Chemical Engineering Journal ( IF 13.3 ) Pub Date : 2023-08-28 , DOI: 10.1016/j.cej.2023.145725 Rui Liu , Yuechuan Tang , Jie Tian , Jing Huang , Chaoyang Zhang , Linyuan Wang , Jian Liu
The sublimation enthalpy of energetic compounds is often predicted using quantum chemistry (QC) based quantitative structure–property relationship (QC-QSPR), which is accurate but requires high CPU cost. A feasible alternative is machine learning (ML), but it lacks applicability for energetic molecules, due to the limited experimental data thereof. A new data set for sublimation enthalpy is established, by extending a commonly used one with that of energetic organic compounds collected from literatures.
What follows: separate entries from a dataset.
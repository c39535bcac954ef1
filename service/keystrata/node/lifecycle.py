"""Bringing a node's database to life (init) and checking it at start (open)."""

from __future__ import annotations

import logging

from sqlalchemy import select
from sqlalchemy.orm import Session

from keystrata import __version__
from keystrata.clock import Clock, SystemClock
from keystrata.config import Settings
from keystrata.context import NodeContext
from keystrata.crypto.hazmat import Keyring, generate_signing_key, random_bytes
from keystrata.crypto.kek import read_kek
from keystrata.errors import ConfigError, SealBroken, StartupRefused
from keystrata.ledger import chain
from keystrata.ledger.entries import Event
from keystrata.node import reseal
from keystrata.storage import migrate, sealed
from keystrata.storage.db import Database, DurabilityRisk, durability_risks
from keystrata.storage.models import NodeMeta, RegistryNode
from keystrata.storage.sealed import meta_context

log = logging.getLogger("keystrata.node")

KEK_CHECK_PLAINTEXT = b"keystrata key-encryption-key check v1"
OVERRIDE_SETTING = "accept_data_loss_on_power_failure"
ROTATION_MARK = "kek_rotation_target"


def load_keyring(settings: Settings) -> Keyring:
    """Read the KEK (and the previous one, mid-rotation) with permission checks."""
    current = read_kek(settings.kek.file)
    older = [read_kek(settings.kek.previous_file)] if settings.kek.previous_file else []
    return Keyring(current, older)


def _meta(session: Session, name: str) -> bytes | None:
    row = session.get(NodeMeta, name)
    return None if row is None else row.value


def check_kek(session: Session, keyring: Keyring) -> None:
    """Raise StartupRefused unless ``keyring`` opens the stored KEK check value."""
    sealed = _meta(session, "kek_check")
    if sealed is None:
        raise StartupRefused("this database was never initialised; run `keystrata node init`")
    try:
        value = keyring.open(sealed, meta_context("kek_check"))
    except SealBroken as exc:
        raise StartupRefused(
            "the key-encryption key does not match this database (wrong [kek] file?)"
        ) from exc
    if value != KEK_CHECK_PLAINTEXT:
        raise StartupRefused("the key-encryption-key check value is corrupt")


def _check_identity(session: Session, settings: Settings) -> None:
    node_id, role = _meta(session, "node_id"), _meta(session, "node_role")
    if node_id != settings.node.id.encode() or role != settings.node.role.value.encode():
        raise StartupRefused(
            f"this database does not belong to node {settings.node.id!r} "
            f"({settings.node.role.value}); check [node] id and role"
        )


def initialise(
    settings: Settings, db: Database, keyring: Keyring, clock: Clock | None = None
) -> bool:
    """Migrate the schema and create this node's secrets and registry row.

    Idempotent: on an initialised database it only checks the KEK.

    Returns:
        True when the node was initialised now, False when it already was.
    Raises:
        StartupRefused: the database belongs to another KEK or another node.
    """
    clock = clock or SystemClock()
    migrate.upgrade(db.engine)
    with db.write() as s:
        if _meta(s, "kek_check") is not None:
            check_kek(s, keyring)
            _check_identity(s, settings)
            return False
        now = clock.now()
        for name, value in (
            ("kek_check", KEK_CHECK_PLAINTEXT),
            ("fingerprint_key", random_bytes(32)),
            ("ledger_signing_key", generate_signing_key()),
        ):
            s.add(NodeMeta(name=name, value=keyring.seal(value, meta_context(name))))
        s.add(NodeMeta(name="node_id", value=settings.node.id.encode()))
        s.add(NodeMeta(name="node_role", value=settings.node.role.value.encode()))
        s.add(NodeMeta(name=sealed.LAYOUT_META, value=str(sealed.LAYOUT).encode()))
        s.add(
            RegistryNode(
                node_id=settings.node.id,
                role=settings.node.role.value,
                url=None,
                description="this node",
                created_at=now,
                updated_at=now,
            )
        )
        chain.append(
            s,
            node_id=settings.node.id,
            at=now,
            event=Event.NODE_INITIALISED,
            fields={"role": settings.node.role.value, "version": __version__},
        )
    return True


def describe_risks(risks: list[DurabilityRisk]) -> str:
    """The risks in fixed words: setting names and the values in force."""
    return ", ".join(f"{r.setting}={r.value}" for r in risks)


def check_durability(settings: Settings, db: Database) -> list[DurabilityRisk]:
    """Refuse a database that can lose committed transactions on power loss, unless
    ``[database] accept_data_loss_on_power_failure`` says to start anyway (then log a
    WARNING). Returns the risks accepted by the override (empty when durable).

    Raises:
        ConfigError: an unsafe setting is in force and the override is not set.
    """
    risks = durability_risks(db.engine)
    if not risks:
        return []
    if not settings.database.accept_data_loss_on_power_failure:
        fixes = "; ".join(f"{r.setting} is {r.value}: {r.fix}" for r in risks)
        raise ConfigError(
            f"setting database: the database can lose committed transactions on power "
            f"loss ({fixes}); a lost Get key would hand the same key bytes out again. "
            f"Fix the setting, or set [database] {OVERRIDE_SETTING} = true to start anyway"
        )
    log.warning(
        "durability guard overridden by [database] %s: %s; a power loss can undo "
        "committed key deliveries and serve their bytes again",
        OVERRIDE_SETTING,
        describe_risks(risks),
    )
    return risks


def open_node(settings: Settings, db: Database, clock: Clock | None = None) -> NodeContext:
    """Run every start-up check and return the node's context.

    Raises:
        StartupRefused: KEK file unsafe or wrong, schema not at the current revision, a
            KEK rotation left unfinished, or the database belongs to another node.
        ConfigError: the database is not durable on power loss and the override is unset.
    """
    check_durability(settings, db)
    keyring = load_keyring(settings)
    current, head = migrate.current_revision(db.engine), migrate.head_revision(db.engine)
    if current != head:
        raise StartupRefused(
            f"database schema is at revision {current}, this version needs {head}; "
            "run `keystrata db upgrade --config ...`"
        )
    with db.read() as s:
        check_kek(s, keyring)
        if _meta(s, ROTATION_MARK) is not None and settings.kek.previous_file is None:
            raise StartupRefused(
                "a key-encryption-key rotation is unfinished; complete it with "
                "`keystrata kek rotate` before starting the node"
            )
        _check_identity(s, settings)
        fingerprint_sealed = s.execute(
            select(NodeMeta.value).where(NodeMeta.name == "fingerprint_key")
        ).scalar_one()
    fingerprint_key = keyring.open(fingerprint_sealed, meta_context("fingerprint_key"))
    reseal.reseal(db, keyring)  # pair key sealed before layout 2 (storage/sealed.py)
    return NodeContext(
        settings=settings,
        db=db,
        keyring=keyring,
        fingerprint_key=fingerprint_key,
        clock=clock or SystemClock(),
    )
Four topological descriptors are proposed to construct QSPRs, which exhibit higher accuracy than the QC-based ones, and are used to build ML based QSPRs with the four algorithms individually. The Extreme Gradient Boosting (XGBoost) model exhibits the highest accuracy, with the mean absolute error of 2.7 kcal/mol, followed by the Particle Swarm Optimization (PSO) one. Still, the PSO model is more portable and recommendable, because it is fully interpretable. The PSO model can accurately predict sublimation enthalpy with negligible CPU time cost, and is expected to be used to find novel energetic molecules by further predicting detonation properties.
中文翻译:
高能化合物升华焓的 QSPR 模型
通常使用基于量子化学 (QC) 的定量结构-性质关系 (QC-QSPR) 来预测含能化合物的升华焓,该方法准确但需要较高的 CPU 成本。一种可行的替代方案是机器学习(ML),但由于其实验数据有限,它缺乏对高能分子的适用性。通过将常用的数据集与从文献中收集的高能有机化合物的数据集相扩展,建立了一个新的升华焓数据集。提出了四种拓扑描述符来构建 QSPR,其比基于 QC 的 QSPR 表现出更高的精度,并用于分别使用四种算法构建基于 ML 的 QSPR。Extreme Gradient Boosting (XGBoost) 模型表现出最高的精度,平均绝对误差为 2.7 kcal/mol,其次是粒子群优化(PSO)。尽管如此,PSO 模型更易于移植和推荐,因为它是完全可解释的。PSO模型可以准确预测升华焓,且CPU时间成本可以忽略不计,有望通过进一步预测爆轰特性来寻找新型含能分子。